Studies in fetal Nile crocodiles, bearded dragon lizards and corn snakes appear to have settled a long-standing debate on the rise of skin coverings. Special skin bumps long known to direct the development of hair in mammals and feathers in birds also turn out to signal scale growth in reptiles, implying all three structures evolved from a shared ancestor, scientists report online June 24 in Science Advances.

In embryonic birds and mammals, some areas of the skin thicken into raised bumps. Since birds evolved from ancient reptiles, scientists expected that modern snakes, lizards and crocodiles would have the same structures. A study at Yale University last year found that one protein already known to be important in hair and feather development is also active in the skin of developing alligators. But the team did not find the telltale skin thickening. Without that evidence from modern reptiles, scientists weren’t sure if the bumps had been lost in reptiles, or if birds and mammals had evolved them independently, using the same set of genes.

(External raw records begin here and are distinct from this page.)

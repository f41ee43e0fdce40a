package draw

import (
	"cmp"
	"math"
	"slices"

	"nightwright/scenarios/footprint"
	"nightwright/visibility"
)

// spot is a place on the sky as the map sees it: longitude from the middle
// meridian, growing eastwards (to the left), and latitude, rad.
type spot struct{ lon, lat float64 }

// skyFrame maps the whole sky onto an ellipse, equal in area (Mollweide's
// projection), right ascension 180 deg in the middle.
type skyFrame struct{ cx, cy, scale float64 } // the ellipse is 4 by 2 scales wide

func (f skyFrame) at(s spot) Point {
	x, y := footprint.Mollweide(math.Pi, s.lat)
	if s.lon != 0 {
		// The projection is linear in longitude; asking it at the middle and
		// stretching keeps +-180 deg apart.
		quarter, _ := footprint.Mollweide(math.Pi+math.Pi/2, s.lat)
		x = quarter * s.lon / (math.Pi / 2)
	}
	return Point{f.cx + f.scale*x, f.cy - f.scale*y}
}

func (f skyFrame) points(spots []spot) []Point {
	out := make([]Point, len(spots))
	for i, s := range spots {
		out[i] = f.at(s)
	}
	return out
}

func lonOf(ra float64) float64 { return math.Remainder(ra-math.Pi, 2*math.Pi) }

// capOutlines returns the outline of a circle on the sky as closed shapes
// that lie within the map: two where the circle crosses the map's edge, and
// one that runs along the edge to the pole where it holds a pole.
func capOutlines(ra, dec, radius float64, n int) [][]spot {
	radius = min(radius, math.Pi/3)
	pole := math.Abs(dec)+radius >= math.Pi/2
	if pole {
		n *= 3
	}
	at := make([]spot, n)
	for k := range at {
		at[k].lon, at[k].lat = offset(ra, dec, radius, 2*math.Pi*float64(k)/float64(n))
	}
	return outlines(ra, dec, at, pole)
}

// boxOutlines does the same for a field with great circles for edges, north
// up, width and height wide.
func boxOutlines(ra, dec, width, height float64, n int) [][]spot {
	x, y := math.Tan(width/2), math.Tan(height/2)
	corners := []Point{{-x, -y}, {x, -y}, {x, y}, {-x, y}}
	var at []spot
	sd, cd := math.Sincos(dec)
	for k, a := range corners {
		b := corners[(k+1)%4]
		for j := range n {
			f := float64(j) / float64(n)
			e, u := a.X+(b.X-a.X)*f, a.Y+(b.Y-a.Y)*f
			// Gnomonic: the direction 1 + e east + u north (common practice).
			r, z := cd-u*sd, sd+u*cd
			at = append(at, spot{ra + math.Atan2(e, r), math.Atan2(z, math.Hypot(r, e))})
		}
	}
	// The pole's place on the tangent plane: north of a northern centre.
	pole := math.Abs(dec) > 1e-9 && cd/math.Abs(sd) <= y
	return outlines(ra, dec, at, pole)
}

// outlines turns an outline of right ascensions and declinations into closed
// shapes within the map.
func outlines(ra, dec float64, at []spot, pole bool) [][]spot {
	lon0 := lonOf(ra)
	ring := make([]spot, len(at))
	inside := true
	for k, p := range at {
		ring[k] = spot{lon0 + math.Remainder(p.lon-ra, 2*math.Pi), p.lat}
		inside = inside && math.Abs(ring[k].lon) <= math.Pi
	}
	if pole {
		return poleOutline(ring, dec)
	}
	if inside {
		return [][]spot{ring}
	}
	edge := math.Copysign(math.Pi, lon0)
	var out [][]spot
	if near := clipLon(ring, edge, edge > 0); len(near) > 2 {
		out = append(out, near)
	}
	if far := clipLon(ring, edge, edge < 0); len(far) > 2 {
		for i := range far {
			far[i].lon -= 2 * edge
		}
		out = append(out, far)
	}
	return out
}

// poleOutline closes the outline of what holds a pole along the map's edge.
func poleOutline(ring []spot, dec float64) [][]spot {
	for k := range ring {
		ring[k].lon = math.Remainder(ring[k].lon, 2*math.Pi)
	}
	slices.SortFunc(ring, func(a, b spot) int { return cmp.Compare(a.lon, b.lon) })
	first, last := ring[0], ring[len(ring)-1]
	// The latitude where the outline crosses the edge, between its neighbours.
	gap := first.lon + 2*math.Pi - last.lon
	lat := last.lat
	if gap > 0 {
		lat += (first.lat - last.lat) * (math.Pi - last.lon) / gap
	}
	pole := math.Copysign(math.Pi/2, dec)
	out := append([]spot{{-math.Pi, lat}}, ring...)
	out = append(out, spot{math.Pi, lat})
	steps := alongEdge(lat, pole)
	for k := 1; k <= steps; k++ {
		out = append(out, spot{math.Pi, lat + (pole-lat)*float64(k)/float64(steps)})
	}
	for k := steps - 1; k >= 1; k-- {
		out = append(out, spot{-math.Pi, lat + (pole-lat)*float64(k)/float64(steps)})
	}
	return [][]spot{out}
}

// alongEdge is into how many steps a way along the map's edge is cut, to
// follow its curve.
func alongEdge(from, to float64) int { return 2 + int(math.Abs(to-from)/(0.3*math.Pi/180)) }

// clipLon keeps the part of a closed outline on one side of a meridian, and
// lets it follow the meridian in small steps where it was cut.
func clipLon(ring []spot, edge float64, below bool) []spot {
	in := func(s spot) bool { return (s.lon <= edge) == below }
	var out []spot
	for k, b := range ring {
		a := ring[(k+len(ring)-1)%len(ring)]
		if in(a) != in(b) {
			t := (edge - a.lon) / (b.lon - a.lon)
			out = append(out, spot{edge, a.lat + (b.lat-a.lat)*t})
		}
		if in(b) {
			out = append(out, b)
		}
	}
	var full []spot
	for k, s := range out {
		full = append(full, s)
		next := out[(k+1)%len(out)]
		if s.lon == edge && next.lon == edge {
			steps := alongEdge(s.lat, next.lat)
			for j := 1; j < steps; j++ {
				full = append(full, spot{edge, s.lat + (next.lat-s.lat)*float64(j)/float64(steps)})
			}
		}
	}
	return full
}

// offset goes a distance from a place in a direction (from north, eastwards).
func offset(ra, dec, distance, bearing float64) (float64, float64) {
	sd, cd := math.Sincos(dec)
	sr, cr := math.Sincos(distance)
	sb, cb := math.Sincos(bearing)
	sin := sd*cr + cd*sr*cb
	return ra + math.Atan2(sb*sr*cd, cr-sd*sin), math.Asin(min(1, max(-1, sin)))
}

// curve draws a line through the sky, cut where it leaves the map's edge.
func (c *Canvas) curve(f skyFrame, s Style, n int, at func(k int) (ra, dec float64)) {
	var part []Point
	var last spot
	for k := range n {
		ra, dec := at(k)
		now := spot{lonOf(ra), dec}
		if k > 0 && math.Abs(now.lon-last.lon) > math.Pi {
			edge := math.Copysign(math.Pi, last.lon)
			t := (edge - last.lon) / (now.lon + 2*edge - last.lon)
			lat := last.lat + (now.lat-last.lat)*t
			c.Line(s, append(part, f.at(spot{edge, lat}))...)
			part = []Point{f.at(spot{-edge, lat})}
		}
		part = append(part, f.at(now))
		last = now
	}
	c.Line(s, part...)
}

// skyGround draws the empty map with its grid.
func (c *Canvas) skyGround(f skyFrame) {
	const degree = math.Pi / 180
	var rim []spot
	for k := range 181 {
		rim = append(rim, spot{-math.Pi, (float64(k) - 90) * degree})
	}
	for k := range 181 {
		rim = append(rim, spot{math.Pi, (90 - float64(k)) * degree})
	}
	c.Polygon(f.points(rim), Style{Fill: Panel, Stroke: Axis, Width: 1})
	guide := Style{Stroke: Grid, Width: 0.8}
	for dec := -60; dec <= 60; dec += 30 {
		c.Line(guide, f.at(spot{-math.Pi, float64(dec) * degree}), f.at(spot{math.Pi, float64(dec) * degree}))
	}
	for lon := -150; lon <= 150; lon += 30 {
		line := make([]spot, 37)
		for k := range line {
			line[k] = spot{float64(lon) * degree, float64(5*k-90) * degree}
		}
		c.Line(guide, f.points(line)...)
	}
}

// skyLines draws the ecliptic and the galactic plane, and writes the grid's
// numbers.
func (c *Canvas) skyLines(f skyFrame) {
	const degree = math.Pi / 180
	c.curve(f, Style{Stroke: Text, Width: 1.3, Dash: "7 4"}, 361, func(k int) (float64, float64) {
		return visibility.Ecliptic.ToICRS(float64(k)*degree, 0)
	})
	c.curve(f, Style{Stroke: Text, Width: 1.5, Dash: "0.1 4"}, 361, func(k int) (float64, float64) {
		return visibility.Galactic.ToICRS(float64(k)*degree, 0)
	})
	for ra := 30; ra < 360; ra += 30 {
		p := f.at(spot{lonOf(float64(ra) * degree), 0})
		text := Number(float64(ra), 0) + "°"
		c.Rect(p.X+2, p.Y-13, textWidth(text, 10)+2, 12, Style{Fill: Panel, Opacity: 0.8})
		c.Text(p.X+3, p.Y-3, text, Type{Size: 10})
	}
	for dec := -60; dec <= 60; dec += 30 {
		p := f.at(spot{math.Pi, float64(dec) * degree})
		sign := ""
		if dec > 0 {
			sign = "+"
		}
		c.Text(p.X-6, p.Y+4, sign+Number(float64(dec), 0)+"°", Type{Size: 11, Ink: Soft, Anchor: End})
	}
}
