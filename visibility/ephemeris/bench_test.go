package ephemeris

import "testing"

// What one evaluation costs; go test -bench . ./visibility/ephemeris

var (
	sinkVec   Vec
	sinkMat   Mat
	sinkFloat float64
)

func BenchmarkCelestialToIntermediate(b *testing.B) {
	t := 0.27
	for b.Loop() {
		sinkMat = CelestialToIntermediate(t)
		t += 1e-7
	}
}

func BenchmarkEarthVelocity(b *testing.B) {
	t := 0.27
	for b.Loop() {
		sinkVec = EarthVelocity(t)
		t += 1e-7
	}
}

func BenchmarkSunGeocentric(b *testing.B) {
	t := 0.27
	for b.Loop() {
		sinkVec = SunGeocentric(t)
		t += 1e-7
	}
}

func BenchmarkMoonGeocentric(b *testing.B) {
	t := 0.27
	for b.Loop() {
		sinkVec = MoonGeocentric(t)
		t += 1e-7
	}
}

func BenchmarkERA(b *testing.B) {
	c := NewClock(nil, Orientation{})
	unix := 1.8e9
	for b.Loop() {
		sinkFloat = c.ERA(unix)
		unix++
	}
}

func BenchmarkERAFromTable(b *testing.B) {
	rows := make([]DUT1Row, 20000)
	for i := range rows {
		rows[i] = DUT1Row{MJD: 45000 + float64(i), DUT1: 0.1}
	}
	c := NewClock(nil, Orientation{Table: rows})
	unix := 1.8e9
	for b.Loop() {
		sinkFloat = c.ERA(unix)
		unix++
	}
}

The new results are “a relief,” says Michel Milinkovitch, whose lab led the new study at the University of Geneva. Scientists had come up with a variety of complicated ideas to explain how birds and mammals could share a structure that reptiles lack. But, he says, “the reality is much simpler.”

Clues from a mutant lizard inspired Milinkovitch’s team to probe the mystery. Nicolas Di-Poï, a coauthor of the new study who is now at the University of Helsinki, found that a hair-development gene called EDA was present, but disrupted, in scaleless, or “silky,” bearded dragons. Di-Poï and Milinkovitch searched for similar molecular signals in normal reptile embryos and found genes and proteins associated with hair and feather growth studding the skin. Cell staining revealed characteristic skin thickening at those signal centers.

Reptilian skin bumps eluded previous researchers because they are tiny, appear briefly and don’t all come in at once as they do in mammals, Milinkovitch speculates. “You have to look in the right place at the right time to see them,” he says. “Then boom, you see them, and you’re like, ‘Whoa, they are exactly the same.’”

This study “addresses a fundamental question about identity for skin structures,” says paleontologist Marcelo Sánchez of the University of Zurich, who was not involved in the new research. It’s especially important that the team used crocodiles, lizards and snakes, which are far from typical lab animals, he says. Using nonmodel organisms “gives new insight into evolution we wouldn’t get otherwise.”

The next step is to understand how hairs, feathers and scales diversified from the same ancestral structure. That primordial body covering wasn’t necessarily a scale, says evolutionary biologist Günter Wagner, an author of the 2015 Yale study. “Even though intuitively you would think reptilian-like skin is ancestral, compared to mammals,” he says “it’s entirely unclear what kind of structure the scales and feathers on the one side and hair on the other has evolved from.”